How to Use dbForge Unit Test for SQL Server — Step‑by‑Step Tutorial
This tutorial walks through creating, running, and maintaining unit tests for SQL Server using dbForge Unit Test. It assumes you have dbForge Studio for SQL Server installed and a working connection to your SQL Server instance.
Prerequisites
- dbForge Studio for SQL Server (with Unit Test feature enabled) installed.
- SQL Server accessible and a database with objects you want to test.
- A SQL Server login with sufficient permissions to create test objects and run code.
1. Create a Unit Test Project
- Open dbForge Studio for SQL Server.
- In the main menu, choose File → New → Project → Unit Test Project.
- Enter a project name (e.g., MyDatabaseTests) and select a folder to save it.
- Choose the target database connection (the database you’ll test).
- Click Create.

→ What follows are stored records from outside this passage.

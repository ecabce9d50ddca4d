"""A run that is cancelled ends and keeps nothing, whichever part of the work it is in and however many work on it."""

import contextlib
import os
from pathlib import Path

import invented
import numpy as np
import pytest

pytest.importorskip("qgis")

from invented import CELL, KM_PER_DEGREE, LENGTH_KM, STEP_KM, lines_layer, write_grid
from qgis.core import QgsProcessingException
from running import Quiet, run

LAYERS = ("PROFILES", "STATIONS", "MARKERS", "PARAMETERS", "MISFIT", "ALONG_STRIKE")
COUNT = 14
"""Transects: more than two workers are given at once."""


@pytest.fixture(scope="module")
def ground(tmp_path_factory):
    """A trench that runs north, and lines across it."""
    rng = np.random.default_rng(9)
    relief = invented.trench((np.arange(500) * CELL - 2.0) * KM_PER_DEGREE) + rng.normal(0.0, 20.0, (120, 500))
    dem = write_grid(tmp_path_factory.mktemp("margin") / "dem.tif", relief, 18.0 - CELL / 2, 60 * CELL, CELL)
    end = 20.0 + LENGTH_KM / KM_PER_DEGREE
    lines = lines_layer([[(20.0, at), (end, at)] for at in np.linspace(-1.0, 1.0, COUNT)])
    return {"TRANSECTS": lines, "DEM": dem, "SETTING": 1, "STEP_KM": 4 * STEP_KM}


class CancelledAt(Quiet):
    """Feedback whose user cancels once the run has come so far, %."""

    def __init__(self, percent):
        super().__init__()
        self.progressChanged.connect(lambda value: value >= percent and self.cancel())


def workers_left():
    """Command lines of this process's children that fit."""
    found = []
    for stat in Path("/proc").glob("[0-9]*/stat"):
        with contextlib.suppress(OSError):  # a process that has just ended
            if int(stat.read_text().rpartition(")")[2].split()[1]) == os.getpid():
                found.append(stat.with_name("cmdline").read_bytes().decode())
    return [line for line in found if "worker.py" in line]


def contents(folder):
    """Every file below a folder with what is in it."""
    return {path.name: path.read_bytes() if path.is_file() else None for path in folder.rglob("*")}


@pytest.mark.parametrize(
    ("workers", "percent", "with_report"),
    [(1, 0.0, True), (2, 0.0, True), (1, 20.0, True), (2, 20.0, True), (1, 96.0, False), (2, 96.0, False),
     (2, 98.5, True)],
    ids=["1, at once", "2, at once", "1, some fitted", "2, some fitted", "1, writing", "2, writing", "2, in the report"],
)  # fmt: skip
def test_a_cancelled_run_keeps_nothing(ground, tmp_path, workers, percent, with_report):
    """Earlier files stay as they were, byte for byte; nothing new lies beside them, no worker is left."""
    for name in LAYERS[:2]:
        (tmp_path / f"{name.lower()}.gpkg").write_bytes(b"an earlier result")
    (tmp_path / "report.html").write_text("an earlier report", encoding="utf-8")
    before = contents(tmp_path)
    keys = {**ground, "WORKERS": workers, **{name: str(tmp_path / f"{name.lower()}.gpkg") for name in LAYERS}}
    if with_report:
        keys["REPORT"] = str(tmp_path / "report.html")
    feedback = CancelledAt(percent)
    with pytest.raises(QgsProcessingException, match="Cancelled; nothing was kept"):
        run("fittransects", keys, feedback, sinks=())
    assert percent <= feedback.fractions[-1] < 100.0
    assert contents(tmp_path) == before
    assert workers_left() == []


def test_a_run_that_is_not_cancelled_puts_all_files_into_place(ground, tmp_path):
    """The counterpart: the same outputs, all there, and nothing else."""
    outputs = {name: str(tmp_path / f"{name.lower()}.gpkg") for name in LAYERS}
    few = lines_layer([[(20.0, at), (25.0, at)] for at in (0.0, 0.5)])
    run("fittransects", {**ground, **outputs, "TRANSECTS": few, "REPORT": str(tmp_path / "report.html")}, sinks=())
    assert {path.name for path in tmp_path.iterdir()} == {f"{name.lower()}.gpkg" for name in LAYERS} | {"report.html"}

A new Unit Test Project with a default structure appears in the Unit Test Explorer.
2. Add a Unit Test
- In Unit Test Explorer, right‑click the project or a test folder → Add → Unit Test.
- Name the test (e.g., TestGetActiveUsers).
- The test editor opens and includes sections for Setup, Test Body, and TearDown.
3. Write Setup and TearDown Scripts
- Use Setup to prepare test data/state (create temp tables, insert rows).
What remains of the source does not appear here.